First of all, you don’t need to show tons of navigational options. If at all your navigation should be only anchor links jumping to certain sections on your landing page. Although studies shows increased conversions if there’s no navigational item at all on the landing page.

Secondly, you definitely don’t need a full header section. Nor a heavy footer.

To minimize distraction it’s best to bin the chat options, the pop-ups, the quizzes and alike on your landing page. And don’t use too many colour schemes on the landing page either.

Instead give it a KISS – keep it stupid simple.

Simplify the landing page process

Keeping the landing page simple not only means its length, or the number of images and videos—less is more! But also the process.

If your lead form on the landing page has 30+ form fields, you gonna lose most people. Consider every form field that you plan to add and ask yourself if it’s absolutely necessary. Bin the rest. Your conversion rate will thank you for it.

But this is not just relevant for lead generation type of landing pages and forms. If your landing page is a commerce page, ask only for mandatory information at the checkout process that is required by law to complete a purchase transaction.

If they need to sign up on the landing page or create an account, could they perhaps authenticate themselves via Google or Facebook if they’re already coming from those pages? Like login with Google or login with Facebook?

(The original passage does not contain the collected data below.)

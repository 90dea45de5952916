"""The stretches in which a waveform rests in a state, without the edges at their ends."""

from __future__ import annotations

import math
from collections.abc import Sequence

import numpy as np

from benchtool.frozen import frozen_record
from benchtool.model.arrays import BoolArray, FloatArray

_MOST = 1024  # stretches of a state that are looked at, the longest first
_SETTLING, _LEAVING = 0.4, 0.2  # shares at the ends of a stretch that noise is not taken from
_SETTLED, _STAYING = 0.6, 0.25  # the same for the level of a state that settles late
_TRIMMED = 0.05
_TRIMMED_SD = 0.8711  # sd of a normal deviate whose largest 5 % in size are left out


@frozen_record(eq=False)
class Plateau:
    """The samples of one state, away from edges, in volts.

    Attributes:
        pieces: Stretches of consecutive samples.
        settled: What of them is left when the state has settled, shape (n,).
        settling_v: Mean difference between second and first half of the settled parts, 0 where
            it is no more than noise.
    """

    pieces: tuple[FloatArray, ...]
    settled: FloatArray
    settling_v: float


def find_plateau(runs: Sequence[FloatArray], level_v: float, reach_v: float) -> Plateau:
    """Return the stretches within ``reach_v`` of a level, their ends trimmed.

    Args:
        runs: Contiguous samples in volts.
        level_v: The state level.
        reach_v: How far a sample may lie from it.
    """
    whole = _longest(runs, [np.abs(run - level_v) < reach_v for run in runs])
    settled = [_trimmed(piece, _SETTLING, _STAYING) for piece in whole]
    if _settling(settled):
        settled = [_trimmed(piece, _SETTLED, _STAYING) for piece in whole]
    return Plateau(
        pieces=tuple(_trimmed(piece, _SETTLING, _LEAVING) for piece in whole),
        settled=np.concatenate([np.empty(0), *settled]),
        settling_v=_settling(settled),
    )


def values_beyond(runs: Sequence[FloatArray], middle_v: float, *, above: bool) -> FloatArray:
    """Return the samples on one side of the middle, those near the crossings left out.

    Args:
        runs: Contiguous samples in volts.
        middle_v: The middle between the states.
        above: Which side.
    """
    pieces = _longest(runs, [(run > middle_v) == above for run in runs])
    inner = [_trimmed(piece, _SETTLING, _LEAVING) for piece in pieces]
    return np.concatenate([np.empty(0), *inner])


def _longest(runs: Sequence[FloatArray], inside: Sequence[BoolArray]) -> list[FloatArray]:
    most = max(8, _MOST // max(1, len(runs)))
    whole = [
        run[start:stop]
        for run, chosen in zip(runs, inside, strict=True)
        for start, stop in _stretches(chosen, most)
    ]
    return sorted(whole, key=len, reverse=True)[:_MOST]


def _trimmed(piece: FloatArray, start: float, end: float) -> FloatArray:
    n = piece.size
    return piece[int(start * n) : n - int(end * n)]


def _settling(pieces: Sequence[FloatArray]) -> float:
    """Return how far the state still moves from one half of a settled part to the other."""
    halves = np.array([_difference_of_halves(piece) for piece in pieces if piece.size > 3])
    if halves.size == 0:
        return 0.0
    mean = float(np.mean(halves))
    noise = float(np.std(halves)) / math.sqrt(halves.size) if halves.size > 1 else abs(mean)
    return mean if abs(mean) > noise else 0.0


def _difference_of_halves(piece: FloatArray) -> float:
    """Return the mean of the second half less that of the first; sums cost a third of means."""
    half = piece.size // 2
    return float(piece[half:].sum() / (piece.size - half) - piece[:half].sum() / half)


def local_noise(pieces: Sequence[FloatArray]) -> float:
    """Return the noise of a trace from the differences of neighbouring samples.

    The largest twentieth of the differences is left out; slow changes such as ripple do not
    count.

    Args:
        pieces: Contiguous samples in volts.
    """
    return _trimmed_sd([np.diff(piece) for piece in pieces]) / math.sqrt(2)


def curved_noise(pieces: Sequence[FloatArray]) -> float:
    """Return the noise from second differences, which straight ramps do not raise.

    Args:
        pieces: Contiguous samples in volts.
    """
    return _trimmed_sd([np.diff(piece, 2) for piece in pieces]) / math.sqrt(6)


def _trimmed_sd(steps: Sequence[FloatArray]) -> float:
    sizes = np.sort(np.abs(np.concatenate([np.empty(0), *steps])))
    if sizes.size == 0:
        return 0.0
    kept = sizes[: max(1, math.ceil(sizes.size * (1 - _TRIMMED)))]
    return float(np.sqrt(np.mean(kept**2))) / _TRIMMED_SD


def _stretches(inside: BoolArray, most: int) -> list[tuple[int, int]]:
    """Return the longest stretches of True, as index ranges."""
    ends = np.flatnonzero(np.diff(np.concatenate([[False], inside, [False]]).astype(np.int8)))
    pairs = ends.reshape(-1, 2)
    longest = np.argsort(pairs[:, 0] - pairs[:, 1], kind="stable")[:most]
    return [(int(a), int(b)) for a, b in pairs[longest]]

The more convenient the process is for the user, the higher the chances they will convert.

Keep your promise

If you’re running ads and promotions to drive people to your landing page, make sure to only promise something that you will deliver on. Otherwise you can say good-bye to conversions.

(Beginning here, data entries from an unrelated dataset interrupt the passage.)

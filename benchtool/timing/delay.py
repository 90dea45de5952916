"""The time from an edge of one trace to the answer of another."""

from __future__ import annotations

import math

import numpy as np

from benchtool.model.options import JITTER_REL, TIMEBASE_REL
from benchtool.model.quantity import Bound, Contribution, Quantity
from benchtool.model.timing import Edges
from benchtool.uncertainty import combine

_WITH_SUPPLY = 0.02
"""Share of the wait within which an output that rises is taken to rise with its supply."""


def measure_delay(
    start: Edges,
    answer: Edges,
    *,
    timebase_rel: float = TIMEBASE_REL,
    jitter_rel: float = JITTER_REL,
    powers: bool = False,
) -> Quantity | None:
    """Return the time from the first edge of one trace to the next edge of another.

    Args:
        start: Edges of the trace that begins, such as the supply.
        answer: Edges of the trace that answers.
        timebase_rel: Half-width of the timebase error, relative.
        jitter_rel: Half-width of the jitter assumed of the single delay, relative.
        powers: Whether the first trace supplies the other, so that a rise of the answer together
            with it is no answer.

    Returns:
        The delay in seconds, a lower bound where no answer comes, None where nothing begins.
    """
    if not start.times_s.size or not answer.runs:
        return None
    begun_s = float(start.times_s[0])
    index = _answering(start, answer, powers=powers)
    if index is None:
        waited_s = answer.runs[-1].end_s - begun_s
        return Bound(unit="s", at_least=waited_s) if waited_s > 0 else None
    value = float(answer.times_s[index]) - begun_s
    grids = [e.grid_s if e.resolved else e.step_s for e in (start, answer)]
    terms = [
        Contribution(source="assumed jitter", u=value * jitter_rel / math.sqrt(3)),
        Contribution(source="grid", u=math.hypot(*grids) / math.sqrt(12)),
        Contribution(source="edge noise", u=math.hypot(start.u_s[0], answer.u_s[index])),
        Contribution(
            source="level", u=math.hypot(start.level_u_s, answer.level_u_s) / math.sqrt(2)
        ),
        Contribution(source="timebase", u=value * timebase_rel / math.sqrt(3), common=True),
    ]
    return combine(value, "s", terms)


def _answering(start: Edges, answer: Edges, *, powers: bool) -> int | None:
    """Return the index of the edge that answers, None where none does."""
    begun_s = float(start.times_s[0])
    together_s = begun_s - 2 * max(start.step_s, answer.step_s) if powers else begun_s
    later = np.flatnonzero(answer.times_s > together_s)
    if not later.size:
        return None
    first = int(later[0])
    after = later[1:2]
    next_s = float(answer.times_s[after[0]]) if after.size else answer.runs[-1].end_s
    risen_s = float(answer.times_s[first]) - begun_s
    if powers and answer.rising[first] and risen_s < _WITH_SUPPLY * (next_s - begun_s):
        return int(after[0]) if after.size else None
    return first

What about an example? Here you go!

Someone’s doing a Google search and they type in ‘high converting landing page design for small business’. Let’s assume that you were bidding on the term, and based on the search results page they went to your landing page. But you don’t even have the term ‘high converting landing page design for small business’ on there. Nor do you have any pictures that would suggest the landing page is about this service.

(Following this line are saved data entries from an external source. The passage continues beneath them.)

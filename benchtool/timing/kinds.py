"""What kind of trace it is: two states, flat, noise, or a capacitor node."""

from __future__ import annotations

import numpy as np

from benchtool.model.timing import LevelKind, Levels
from benchtool.timing.survey import Survey

_LEAST_SPACING = 0.35  # of the range
_LEAST_SNR = 6.0
_OUTER, _MOST_BETWEEN = 0.2, 0.30
_INNER, _MOST_STEEP = 0.4, 0.05  # a state may wander far, as long as edges between are steep
_MOST_TOGGLING = 0.30  # transitions per sample, where two adjacent codes are all there is
_CLOSE, _LEAST_AT_REST = 0.05, 0.4  # a wave with slow edges still rests in its states
_LEAST_BARE_V = 1.0  # two values this far apart, of unknown step, are no neighbouring codes
LEAST_CODES = 3.5


def is_two_state(survey: Survey, levels: Levels) -> bool:
    """Tell whether two levels exist: well apart, and with few samples between them.

    Args:
        survey: The samples that the levels were found in.
        levels: The candidate levels.
    """
    spacing = levels.high_v - levels.low_v
    if _has_two_values(survey):
        least_v = LEAST_CODES * survey.step_v if survey.step_v else _LEAST_BARE_V
        return spacing > least_v or _is_wave(survey)
    between = _share_between(survey, levels, _OUTER) + _share_beyond(survey, levels)
    steep = _share_between(survey, levels, _INNER) <= _MOST_STEEP
    return bool(
        spacing >= _LEAST_SPACING * (survey.greatest - survey.least)
        and spacing >= _LEAST_SNR * levels.noise_v
        and spacing >= LEAST_CODES * survey.step_v
        and (between <= _MOST_BETWEEN or steep or _share_at_rest(survey, levels) >= _LEAST_AT_REST)
    )


def _has_two_values(survey: Survey) -> bool:
    first, last = survey.ordered[0], survey.ordered[-1]
    until, since = survey.ordered.searchsorted(first, "right"), survey.ordered.searchsorted(last)
    return bool(first != last and until == since)


def _share_at_rest(survey: Survey, levels: Levels) -> float:
    """Return the share of samples that lie close to a state.

    It is a tenth for a capacitor node and 0.29 for a sine.
    """
    spacing = levels.high_v - levels.low_v
    margin = max(_CLOSE * spacing, min(3 * levels.noise_v, 3 * _CLOSE * spacing))
    away = np.minimum(np.abs(survey.values - levels.low_v), np.abs(survey.values - levels.high_v))
    return float(np.mean(away <= margin))


def _share_beyond(survey: Survey, levels: Levels) -> float:
    """Return the share of samples that lie clear outside both states."""
    margin = _OUTER * (levels.high_v - levels.low_v)
    below = survey.ordered.searchsorted(levels.low_v - margin)
    above = survey.ordered.size - survey.ordered.searchsorted(levels.high_v + margin, "right")
    return float(below + above) / survey.ordered.size


def _share_between(survey: Survey, levels: Levels, fraction: float) -> float:
    """Return the share of samples further than a fraction of the amplitude from both states."""
    margin = fraction * (levels.high_v - levels.low_v)
    return survey.share_between(levels.low_v + margin, levels.high_v - margin)


def _is_wave(survey: Survey) -> bool:
    """Tell a wave from a code that toggles: a wave changes rarely."""
    middle = (survey.least + survey.greatest) / 2
    changes = sum(int(np.count_nonzero(np.diff(run > middle))) for run in survey.runs)
    return changes < _MOST_TOGGLING * sum(run.size for run in survey.runs)


def kind_without_states(survey: Survey, noise_v: float) -> LevelKind:
    """Tell a capacitor node from a flat trace and from noise.

    Args:
        survey: The samples.
        noise_v: Noise of neighbouring samples.
    """
    spread = float(np.std(survey.values))
    swing = survey.at_share(0.98) - survey.at_share(0.02)
    smooth = swing >= 3 * _LEAST_SNR * noise_v and swing >= 8 * survey.step_v
    if smooth and not _is_sinusoid(survey):
        return "node"
    level = abs(survey.at_share(0.5))
    steady = spread <= 0.1 * level or spread <= max(0.05, 2 * survey.step_v)
    return "flat" if steady else "noise"


def _is_sinusoid(survey: Survey) -> bool:
    """Tell a sine by its histogram: its ends hold over twice as many samples as its middle.

    An exponential between a third and two thirds of its drive holds 1.125 times as many.
    """
    low, high = survey.at_share(0.005), survey.at_share(0.995)
    edge = np.linspace(low, high, 11)
    until = [*survey.ordered.searchsorted(edge[:-1]), survey.ordered.searchsorted(high, "right")]
    count = np.diff(until)
    middle = max(1.0, float(count[4:6].mean()))
    return bool(min(count[0], count[-1]) > 2.2 * middle)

Yeah—you guessed correctly. This way they’ll abandon your page.

Make sure to match your ad or promotion copy text and visuals to those on the landing page.

Address buyer concerns on your landing page

A conversion optimized landing page always takes buyer concerns into account. It can be many things:

  • What if I don’t like this product or service?
  • Is there a money back guarantee?
  • Do they offer a free trial?
  • What do other people think about this product?
  • Are there any reviews, video testimonials, or case studies?
  • How does the product or service look?

Keep the landing page as long as it needs to be to address people’s objections and to eliminate hesitation. This increases the chances that they convert. And it can boost their willingness to buy.

Optimize CTA placement on your landing page

Where to add the call to actions on a landing page? Above the fold or below the fold?

Above the fold refers to all content that is visible on the page before your visitor would need to start scrolling down.
Below the fold is all content that appears after they start scrolling.

And the fold varies per device. On a smart phone the fold is going to be different than on a desktop computer, and that’s going to be different than on an iPad or a laptop.

Where you place the call to action (CTA) can have a huge impact on conversion.

Content, including CTA above the fold performs in general better.

Now sometimes you may want to put your CTA below the fold. In this case you don’t want to have too much content above the fold, because that’s how you can get more and more people to scroll down to see more of your offer.

You see, there’s no one solution fits all when it comes to call to action placement on a landing page. The best advice I have for you is don’t be afraid to A/B test with your call to actions, and make sure it’s optimized for user experience.

And place more than one call to action on a page. Sometimes having 2-3-4 is better.

In conclusion, if you focus on the things that I mentioned above you’re much more likely to convert your landing page visitors into customers.